Saved data entries:

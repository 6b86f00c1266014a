/**
 * Named points of the identified set (docs/methods.md §1.2, §1.4, §1.5, §1.6):
 * - lowNoiseFree: s_low = 0, the upper bound of b_low;
 * - highNoiseFree: s_high = 0, the lower bound of b_low;
 * - equalNoise: s_low = s_high (Deming slope with error-variance ratio 1);
 * - capmConsistent: b = CAPM beta, so the expected CAPM alpha is zero (always inside the set);
 * - returnImplied: b_low = mean excess low / mean excess market, the loading that mean returns imply
 *   if only the factor is priced; a joint check of the model when compared with the set.
 */

import { diagnose, type Diagnostic } from "./diagnostics.js";
import { equalNoiseLowBeta, marketMoments, structureAt, type MomentSummary } from "./identify.js";
import type { Candidate, IdentifiedBounds, Landmarks } from "./types.js";

export interface LandmarkResult {
  readonly landmarks: Landmarks;
  readonly diagnostics: readonly Diagnostic[];
}

/**
 * @param marketMeanStdErr standard error of the mean excess market return (sd / sqrt(n) for a sample,
 *   0 for population moments); the return-implied point is not reported when |mean| is below it.
 */
export function findLandmarks(m: MomentSummary, bounds: IdentifiedBounds, marketMeanStdErr: number): LandmarkResult {
  const market = marketMoments(m);
  const at = (b: number): Candidate => structureAt(b, m, market);
  const diagnostics: Diagnostic[] = [];
  const returnImplied = returnImpliedCandidate(m, bounds, market.mean, marketMeanStdErr, diagnostics);
  return {
    landmarks: {
      lowNoiseFree: structureAt(bounds.lowBeta.max, m, market, bounds.highBeta.min),
      highNoiseFree: structureAt(bounds.lowBeta.min, m, market, bounds.highBeta.max),
      equalNoise: at(clamp(equalNoiseLowBeta(m), bounds.lowBeta.min, bounds.lowBeta.max)),
      capmConsistent: at(clamp(market.lowCapmBeta, bounds.lowBeta.min, bounds.lowBeta.max)),
      returnImplied,
    },
    diagnostics,
  };
}

function returnImpliedCandidate(
  m: MomentSummary,
  bounds: IdentifiedBounds,
  lambda: number,
  lambdaStdErr: number,
  diagnostics: Diagnostic[],
): Candidate | null {
  if (marketMeanNearZero(lambda, lambdaStdErr)) {
    const tStat = lambdaStdErr > 0 ? lambda / lambdaStdErr : 0;
    diagnostics.push(diagnose({ code: "market-mean-near-zero", marketMean: lambda, tStat }));
    return null;
  }
  const lowBeta = m.lowMean / lambda;
  const { min, max } = bounds.lowBeta;
  if (lowBeta < min || lowBeta > max) {
    diagnostics.push(diagnose({ code: "return-implied-outside-set", lowBeta, min, max }));
  }
  if (!structureExists(lowBeta, m.weight)) return null;
  return structureAt(lowBeta, m);
}

/** The mean excess market return lambda is 0 or within one standard error of 0: no ratio of means is reported. */
export function marketMeanNearZero(lambda: number, lambdaStdErr: number): boolean {
  return lambda === 0 || Math.abs(lambda) < lambdaStdErr;
}

/** Both structural betas are positive (0 < b_low < 1/w), so a structure exists at b_low. */
export function structureExists(lowBeta: number, weight: number): boolean {
  return lowBeta > 0 && lowBeta < 1 / weight;
}

/**
 * The return-implied low beta mean excess low / lambda by the rules of findLandmarks, as a number:
 * null when lambda is near zero or no structure exists there (for rolling windows and bootstrap
 * replicates, which keep numbers rather than candidates and diagnostics).
 */
export function returnImpliedLowBeta(lowMean: number, lambda: number, lambdaStdErr: number, weight: number): number | null {
  if (marketMeanNearZero(lambda, lambdaStdErr)) return null;
  const lowBeta = lowMean / lambda;
  return structureExists(lowBeta, weight) ? lowBeta : null;
}

/** Rounding can put a point computed in closed form a hair outside [min, max]; keep it on the set. */
function clamp(x: number, min: number, max: number): number {
  return Math.min(Math.max(x, min), max);
}
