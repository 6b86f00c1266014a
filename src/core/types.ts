/**
 * The values the core computes. Every figure is per period of the input and in decimal units
 * (0.01 = one percent). Variances and covariances use the divisor n - 1 unless a field says otherwise.
 */

import type { Diagnostic } from "./diagnostics.js";

/** A value that is either computed or absent for a stated reason (never a bare NaN). */
export type Maybe<T> = T | null;

/** Mean, variance and standard deviation of one series (divisor n - 1). */
export interface SeriesMoments {
  /** Arithmetic mean per period. */
  readonly mean: number;
  /** Sample variance, divisor n - 1. */
  readonly variance: number;
  /** Square root of `variance`. */
  readonly stdev: number;
  /** mean / stdev: the per-period Sharpe ratio of the (excess) series; null when stdev is 0. */
  readonly sharpeRatio: Maybe<number>;
}

/**
 * Sample moments of the excess returns of the low book, the high book and the market proxy
 * M = w low + (1 - w) high. "Excess" means over the risk-free rate; with no risk-free rate these
 * are the raw returns.
 */
export interface SampleMoments {
  readonly low: SeriesMoments;
  readonly high: SeriesMoments;
  readonly market: SeriesMoments;
  readonly covariance: {
    readonly lowHigh: number;
    readonly lowMarket: number;
    readonly highMarket: number;
  };
  /** Null where a series is constant (a rolling window can be; solve fails instead). */
  readonly correlation: {
    readonly lowHigh: Maybe<number>;
    readonly lowMarket: Maybe<number>;
    readonly highMarket: Maybe<number>;
  };
}

/** Ordinary least squares fit of y = alpha + beta x + e with classical (homoskedastic) standard errors. */
export interface LineFit {
  readonly observations: number;
  readonly alpha: number;
  readonly beta: number;
  /** s sqrt(1/n + xbar^2 / Sxx), s^2 = SSR / (n - 2). */
  readonly alphaStdErr: number;
  /** s / sqrt(Sxx). */
  readonly betaStdErr: number;
  /** alpha / alphaStdErr; null when the standard error is 0 (exact fit). */
  readonly alphaTStat: Maybe<number>;
  readonly betaTStat: Maybe<number>;
  /** Two-sided p-values from Student's t with n - 2 degrees of freedom; null with the t-statistic. */
  readonly alphaPValue: Maybe<number>;
  readonly betaPValue: Maybe<number>;
  /** 1 - SSR / Syy (centred). */
  readonly rSquared: number;
  /** Sample variance of the residuals, SSR / (n - 1): the same divisor as the moments. */
  readonly residualVariance: number;
  /** s = sqrt(SSR / (n - 2)), the regression standard error used for the standard errors. */
  readonly residualStdError: number;
  /** Sum of squared residuals. */
  readonly residualSumOfSquares: number;
}

/** CAPM regressions of each book's excess return on the market proxy's excess return. */
export interface CapmFits {
  readonly low: LineFit;
  readonly high: LineFit;
}

/** A closed interval [min, max]. */
export interface Interval {
  readonly min: number;
  readonly max: number;
}

/** The identified set: every structural beta pair consistent with the moments and non-negative noise. */
export interface IdentifiedBounds {
  readonly lowBeta: Interval;
  readonly highBeta: Interval;
  /** The range of the latent factor variance over the set. */
  readonly factorVariance: Interval;
}

/** One structure (structural betas, factor and noise variances) consistent with the sample moments. */
export interface Candidate {
  readonly lowBeta: number;
  readonly highBeta: number;
  /** Variance of the latent factor F, phi = C / (b_low b_high). */
  readonly factorVariance: number;
  readonly lowNoiseVariance: number;
  readonly highNoiseVariance: number;
  /** s_low / (s_low + s_high); null when both noise variances are 0 (perfectly correlated books). */
  readonly noiseShare: Maybe<number>;
  /** b^2 phi / V: the share of each book's variance that the factor explains. */
  readonly lowFactorRSquared: number;
  readonly highFactorRSquared: number;
  /** CAPM betas and residual variances this structure implies for the market proxy. */
  readonly impliedCapm: {
    readonly lowBeta: number;
    readonly highBeta: number;
    readonly lowResidualVariance: number;
    readonly highResidualVariance: number;
  };
  /** (b - CAPM beta) lambda, lambda the mean excess market return: the CAPM alpha this structure expects. */
  readonly expectedLowAlpha: number;
  readonly expectedHighAlpha: number;
  /** b lambda / sd: the Sharpe ratio each book would have if only the factor were priced. */
  readonly impliedLowSharpe: Maybe<number>;
  readonly impliedHighSharpe: Maybe<number>;
  /** Whether both noise variances are non-negative (within rounding): the structure is admissible. */
  readonly insideSet: boolean;
}

export const landmarkNames = ["lowNoiseFree", "highNoiseFree", "equalNoise", "capmConsistent", "returnImplied"] as const;
export type LandmarkName = (typeof landmarkNames)[number];

/** Named points of the identified set. `returnImplied` is null when the market's mean excess return is too close to 0. */
export interface Landmarks {
  readonly lowNoiseFree: Candidate;
  readonly highNoiseFree: Candidate;
  readonly equalNoise: Candidate;
  readonly capmConsistent: Candidate;
  readonly returnImplied: Maybe<Candidate>;
}

/** Inputs to the core: aligned per-period return series in decimal units. */
export interface ReturnSample {
  readonly low: ArrayLike<number>;
  readonly high: ArrayLike<number>;
  /** Risk-free return per period: one number for every period, or a series aligned with low and high. */
  readonly riskFree?: number | ArrayLike<number>;
}

export interface SolveOptions {
  /** Weight w of the low book in the market proxy, 0 < w < 1. Default 0.5. */
  readonly weight?: number;
  /** Number of grid candidates, endpoints included, at least 2. Default 11. */
  readonly steps?: number;
  /**
   * Confidence level of Fieller's condition for reporting the return-implied beta (its set must be
   * bounded: |mean market| above the normal critical value times its iid standard error). Default 0.95.
   */
  readonly confidence?: number;
}

/** Everything `solve` computes from one sample. */
export interface Solution {
  readonly observations: number;
  readonly weight: number;
  readonly moments: SampleMoments;
  readonly capm: CapmFits;
  /** Null when the model is rejected (a diagnostic with severity "error" says why). */
  readonly bounds: Maybe<IdentifiedBounds>;
  readonly grid: readonly Candidate[];
  readonly landmarks: Maybe<Landmarks>;
  readonly diagnostics: readonly Diagnostic[];
}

# Work instructions:
Your task is to quote the lines above, beginning with the first and ending with the one that holds "error-variance ratio 1);".

# Answer section:
repository 6b86f00c1266014a
/**
 * Named points of the identified set (docs/methods.md §1.2, §1.4, §1.5, §1.6):
 * - lowNoiseFree: s_low = 0, the upper bound of b_low;
 * - highNoiseFree: s_high = 0, the lower bound of b_low;
 * - equalNoise: s_low = s_high (Deming slope with error-variance ratio 1);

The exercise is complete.